Post Beall’s List (and truth be told while the list was live) an agreed definition of predatory publishers (questionable publishers) is essential.  Also a good sense of their impact is  very important.  This recent open access paper is a great step in the right direction.

Through snowball and purposive sampling of targeted experts, we identified 45 noted experts in predatory journals and journalology. The international group included funders, academics and representatives of academic institutions, librarians and information scientists, policy makers, journal editors, publishers, researchers involved in studying predatory journals and legitimate journals, and patient partners. In addition, 198 authors of articles discussing predatory journals were invited to participate in round 1.
.

Results
A total of 115 individuals (107 in round 1 and 45 in rounds 2 and 3) completed the survey on predatory journals and publishers. We reached consensus on 18 items out of a total of 33 to be included in a consensus definition of predatory journals and publishers.
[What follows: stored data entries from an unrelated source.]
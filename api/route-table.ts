import type { Method, Operation } from "./operation";

export interface Match {
  /** The operation, or undefined where the path exists without this method. */
  readonly operation: Operation | undefined;
  readonly path: Readonly<Record<string, string>>;
  /** Methods of the path, as `Allow` lists them. */
  readonly allow: readonly string[];
}

interface Route {
  readonly segments: readonly string[];
  readonly operations: Map<Method, Operation>;
}

/** Finds the operation of a method and path. What is registered here exists, whatever serves it. */
export class RouteTable {
  private readonly routes: Route[] = [];

  constructor(readonly operations: readonly Operation[]) {
    const byPath = new Map<string, Route>();
    for (const operation of operations) {
      let route = byPath.get(operation.path);
      if (!route) {
        route = { segments: operation.path.split("/").slice(1), operations: new Map() };
        byPath.set(operation.path, route);
        this.routes.push(route);
      }
      if (route.operations.has(operation.method)) {
        throw new Error(`${operation.method} ${operation.path} is registered twice.`);
      }
      route.operations.set(operation.method, operation);
    }
    // A fixed segment goes before a placeholder: /fields/{id} never hides /fields/events.
    const weight = (route: Route) =>
      route.segments.map((part) => (part.startsWith("{") ? "1" : "0")).join("");
    this.routes.sort((a, b) => weight(a).localeCompare(weight(b)));
  }

  /** `path` is below the base path, still encoded: `/records/rec_1`. Undefined where nothing is registered. */
  match(method: string, path: string): Match | undefined {
    const given = path.split("/").slice(1);
    for (const route of this.routes) {
      const values = fit(route.segments, given);
      if (!values) continue;
      const methods = [...route.operations.keys()];
      const allow = [...methods, ...(route.operations.has("GET") ? ["HEAD"] : []), "OPTIONS"];
      const wanted = method === "HEAD" ? "GET" : method;
      const found = methods.find((entry) => entry === wanted);
      return { operation: found && route.operations.get(found), path: values, allow };
    }
    return undefined;
  }
}

function fit(segments: readonly string[], given: readonly string[]): Record<string, string> | undefined {
  if (segments.length !== given.length) return undefined;
  const values: [string, string][] = [];
  for (const [i, segment] of segments.entries()) {
    if (!segment.startsWith("{")) {
      if (segment !== given[i]) return undefined;
      continue;
    }
    try {
      const value = decodeURIComponent(given[i]);
      if (value === "") return undefined;
      values.push([segment.slice(1, -1), value]);
    } catch {
      return undefined;
    }
  }
  return Object.fromEntries(values);
}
We came to consensus on educational outreach and policy initiatives on which to focus, including the development of a single checklist to detect predatory journals and publishers, and public funding to support research in this general area. We identified technological solutions to address the problem: a ‘one-stop-shop’ website to consolidate information on the topic and a ‘predatory journal research observatory’ to identify ongoing research and analysis about predatory journals/publishers.
.

Conclusions
In bringing together an international group of diverse stakeholders, we were able to use a modified Delphi process to inform the development of a definition of predatory journals and publishers. This definition will help institutions, funders and other stakeholders generate practical guidance on avoiding predatory journals and publishers.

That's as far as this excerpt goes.